What you should do.
Find every line below with the word "jobId". Then give only how many there are.

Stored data
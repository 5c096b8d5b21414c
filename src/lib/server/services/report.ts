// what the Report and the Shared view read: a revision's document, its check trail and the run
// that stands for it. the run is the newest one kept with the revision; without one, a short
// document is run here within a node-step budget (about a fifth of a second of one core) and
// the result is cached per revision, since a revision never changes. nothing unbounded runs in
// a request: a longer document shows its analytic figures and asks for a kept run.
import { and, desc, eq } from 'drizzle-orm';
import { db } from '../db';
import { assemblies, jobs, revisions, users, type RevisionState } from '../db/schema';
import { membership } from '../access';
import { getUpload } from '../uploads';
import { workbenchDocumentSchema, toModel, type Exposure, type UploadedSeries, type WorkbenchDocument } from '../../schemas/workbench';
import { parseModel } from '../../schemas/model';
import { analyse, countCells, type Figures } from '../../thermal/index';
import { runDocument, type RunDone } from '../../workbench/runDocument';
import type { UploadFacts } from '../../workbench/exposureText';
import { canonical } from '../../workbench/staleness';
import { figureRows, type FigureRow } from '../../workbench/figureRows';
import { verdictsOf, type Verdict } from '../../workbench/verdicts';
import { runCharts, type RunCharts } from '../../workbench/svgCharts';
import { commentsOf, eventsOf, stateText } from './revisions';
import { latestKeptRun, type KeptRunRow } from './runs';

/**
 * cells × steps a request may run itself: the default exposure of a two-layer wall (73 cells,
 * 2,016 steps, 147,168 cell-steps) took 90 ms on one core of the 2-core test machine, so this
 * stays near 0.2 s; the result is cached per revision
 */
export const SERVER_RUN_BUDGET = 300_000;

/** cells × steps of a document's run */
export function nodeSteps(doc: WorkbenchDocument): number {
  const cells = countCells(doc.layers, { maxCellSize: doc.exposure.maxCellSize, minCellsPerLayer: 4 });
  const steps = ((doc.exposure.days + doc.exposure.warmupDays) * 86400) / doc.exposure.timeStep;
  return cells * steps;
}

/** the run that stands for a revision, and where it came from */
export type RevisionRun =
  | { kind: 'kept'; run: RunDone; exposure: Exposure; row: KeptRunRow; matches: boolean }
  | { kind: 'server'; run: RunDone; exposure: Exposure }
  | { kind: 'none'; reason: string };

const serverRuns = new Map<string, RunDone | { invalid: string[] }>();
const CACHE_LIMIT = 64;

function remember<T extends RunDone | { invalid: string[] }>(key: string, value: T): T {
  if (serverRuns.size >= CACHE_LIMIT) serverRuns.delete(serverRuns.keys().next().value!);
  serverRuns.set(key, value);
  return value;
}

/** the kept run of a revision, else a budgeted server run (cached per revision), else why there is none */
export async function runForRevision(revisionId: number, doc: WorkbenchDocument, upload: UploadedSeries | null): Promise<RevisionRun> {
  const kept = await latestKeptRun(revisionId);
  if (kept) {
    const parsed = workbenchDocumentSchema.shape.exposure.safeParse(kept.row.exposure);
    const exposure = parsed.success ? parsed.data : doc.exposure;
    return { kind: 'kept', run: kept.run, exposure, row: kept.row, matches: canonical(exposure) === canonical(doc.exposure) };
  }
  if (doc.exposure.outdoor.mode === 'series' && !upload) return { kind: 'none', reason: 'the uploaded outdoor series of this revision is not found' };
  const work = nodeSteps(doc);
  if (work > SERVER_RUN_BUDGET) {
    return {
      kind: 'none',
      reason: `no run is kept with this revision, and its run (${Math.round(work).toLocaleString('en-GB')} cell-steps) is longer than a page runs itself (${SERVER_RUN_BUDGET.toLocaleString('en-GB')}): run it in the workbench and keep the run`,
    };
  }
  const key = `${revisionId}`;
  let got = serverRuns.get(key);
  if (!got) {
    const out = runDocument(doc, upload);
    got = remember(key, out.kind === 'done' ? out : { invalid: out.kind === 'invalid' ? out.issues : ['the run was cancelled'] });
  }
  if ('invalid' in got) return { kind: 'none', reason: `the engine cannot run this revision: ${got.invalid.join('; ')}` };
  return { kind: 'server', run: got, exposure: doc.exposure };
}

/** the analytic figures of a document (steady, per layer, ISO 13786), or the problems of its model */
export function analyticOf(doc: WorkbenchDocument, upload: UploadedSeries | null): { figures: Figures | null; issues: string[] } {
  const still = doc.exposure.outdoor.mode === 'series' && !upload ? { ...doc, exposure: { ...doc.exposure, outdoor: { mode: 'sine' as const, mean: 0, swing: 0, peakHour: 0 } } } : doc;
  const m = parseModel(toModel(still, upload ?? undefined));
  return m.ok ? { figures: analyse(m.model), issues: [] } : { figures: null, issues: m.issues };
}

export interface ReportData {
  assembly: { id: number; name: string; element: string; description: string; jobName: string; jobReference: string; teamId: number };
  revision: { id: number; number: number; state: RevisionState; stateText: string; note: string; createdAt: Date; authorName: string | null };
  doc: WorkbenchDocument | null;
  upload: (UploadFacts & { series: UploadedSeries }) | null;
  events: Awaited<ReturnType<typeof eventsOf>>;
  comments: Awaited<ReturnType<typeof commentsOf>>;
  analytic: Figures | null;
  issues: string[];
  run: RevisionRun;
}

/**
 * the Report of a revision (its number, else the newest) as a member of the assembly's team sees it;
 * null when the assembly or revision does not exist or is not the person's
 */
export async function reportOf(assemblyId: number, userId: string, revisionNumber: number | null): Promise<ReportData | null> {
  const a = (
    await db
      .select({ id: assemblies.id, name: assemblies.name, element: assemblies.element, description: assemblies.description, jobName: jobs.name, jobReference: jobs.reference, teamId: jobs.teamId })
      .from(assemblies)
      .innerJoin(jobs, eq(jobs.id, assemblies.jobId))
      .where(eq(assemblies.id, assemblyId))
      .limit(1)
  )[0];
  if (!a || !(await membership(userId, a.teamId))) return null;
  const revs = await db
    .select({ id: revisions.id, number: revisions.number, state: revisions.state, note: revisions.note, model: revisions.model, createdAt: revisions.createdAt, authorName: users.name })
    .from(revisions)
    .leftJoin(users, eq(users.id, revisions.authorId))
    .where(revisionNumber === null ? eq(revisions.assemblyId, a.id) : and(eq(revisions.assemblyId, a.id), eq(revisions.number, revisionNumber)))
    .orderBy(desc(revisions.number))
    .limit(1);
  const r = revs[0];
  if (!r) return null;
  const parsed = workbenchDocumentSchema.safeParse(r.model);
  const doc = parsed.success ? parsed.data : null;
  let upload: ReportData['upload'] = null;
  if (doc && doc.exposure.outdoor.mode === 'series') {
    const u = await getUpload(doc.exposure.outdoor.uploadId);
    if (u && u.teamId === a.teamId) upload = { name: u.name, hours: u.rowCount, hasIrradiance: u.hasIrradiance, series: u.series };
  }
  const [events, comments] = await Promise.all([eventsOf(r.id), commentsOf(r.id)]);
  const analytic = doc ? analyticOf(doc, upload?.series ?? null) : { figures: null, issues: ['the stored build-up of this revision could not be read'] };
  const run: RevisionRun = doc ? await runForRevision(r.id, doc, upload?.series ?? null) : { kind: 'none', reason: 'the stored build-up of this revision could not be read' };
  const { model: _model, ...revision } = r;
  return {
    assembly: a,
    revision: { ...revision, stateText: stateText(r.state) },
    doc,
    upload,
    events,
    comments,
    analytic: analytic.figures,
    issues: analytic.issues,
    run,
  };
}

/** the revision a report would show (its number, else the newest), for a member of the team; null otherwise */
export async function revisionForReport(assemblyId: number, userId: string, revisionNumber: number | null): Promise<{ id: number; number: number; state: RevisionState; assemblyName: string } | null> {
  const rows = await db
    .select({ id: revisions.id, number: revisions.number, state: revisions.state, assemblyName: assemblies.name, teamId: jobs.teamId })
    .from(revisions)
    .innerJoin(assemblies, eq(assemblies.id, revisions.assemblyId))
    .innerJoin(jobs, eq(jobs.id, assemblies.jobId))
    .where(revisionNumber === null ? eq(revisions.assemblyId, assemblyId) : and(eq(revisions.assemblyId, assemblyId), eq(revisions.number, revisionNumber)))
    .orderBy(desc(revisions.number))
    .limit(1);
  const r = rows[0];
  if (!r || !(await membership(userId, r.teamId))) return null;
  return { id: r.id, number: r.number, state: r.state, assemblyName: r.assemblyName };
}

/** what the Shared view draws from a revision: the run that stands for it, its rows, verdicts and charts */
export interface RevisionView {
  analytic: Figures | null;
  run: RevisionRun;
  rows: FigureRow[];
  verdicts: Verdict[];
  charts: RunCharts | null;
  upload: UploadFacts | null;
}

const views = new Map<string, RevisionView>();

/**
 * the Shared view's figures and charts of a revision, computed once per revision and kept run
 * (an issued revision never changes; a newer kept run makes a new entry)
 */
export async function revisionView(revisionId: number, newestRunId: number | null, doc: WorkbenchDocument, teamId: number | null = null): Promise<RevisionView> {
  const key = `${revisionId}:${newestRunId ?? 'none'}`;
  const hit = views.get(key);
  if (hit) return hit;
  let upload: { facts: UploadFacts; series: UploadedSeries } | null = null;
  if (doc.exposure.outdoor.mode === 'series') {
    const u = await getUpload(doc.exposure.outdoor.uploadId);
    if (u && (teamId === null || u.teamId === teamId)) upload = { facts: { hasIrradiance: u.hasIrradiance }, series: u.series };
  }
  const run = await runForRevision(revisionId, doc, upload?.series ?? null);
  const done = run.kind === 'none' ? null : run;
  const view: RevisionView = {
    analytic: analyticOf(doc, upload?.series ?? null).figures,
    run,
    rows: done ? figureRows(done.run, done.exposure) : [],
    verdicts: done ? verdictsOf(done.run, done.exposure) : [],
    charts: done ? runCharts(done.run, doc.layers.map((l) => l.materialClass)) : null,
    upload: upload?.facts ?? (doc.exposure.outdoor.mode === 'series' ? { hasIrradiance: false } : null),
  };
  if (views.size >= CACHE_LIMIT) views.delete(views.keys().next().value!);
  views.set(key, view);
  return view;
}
* * *
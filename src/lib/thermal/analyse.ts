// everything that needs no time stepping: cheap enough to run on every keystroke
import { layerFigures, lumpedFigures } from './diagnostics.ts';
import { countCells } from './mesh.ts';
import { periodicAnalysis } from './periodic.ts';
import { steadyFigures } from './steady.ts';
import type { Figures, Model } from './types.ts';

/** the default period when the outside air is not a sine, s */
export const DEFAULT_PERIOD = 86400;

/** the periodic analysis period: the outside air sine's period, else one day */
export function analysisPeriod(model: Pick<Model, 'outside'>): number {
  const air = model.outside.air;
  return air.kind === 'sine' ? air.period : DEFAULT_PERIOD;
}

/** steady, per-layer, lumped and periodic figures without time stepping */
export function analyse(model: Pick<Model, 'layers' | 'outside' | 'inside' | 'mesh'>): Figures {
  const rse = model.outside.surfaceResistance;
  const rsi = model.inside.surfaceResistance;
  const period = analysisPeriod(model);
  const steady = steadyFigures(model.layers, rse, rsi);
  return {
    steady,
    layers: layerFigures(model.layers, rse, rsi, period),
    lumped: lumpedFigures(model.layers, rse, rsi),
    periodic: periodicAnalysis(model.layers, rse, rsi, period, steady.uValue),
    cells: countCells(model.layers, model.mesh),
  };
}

Your solution.
2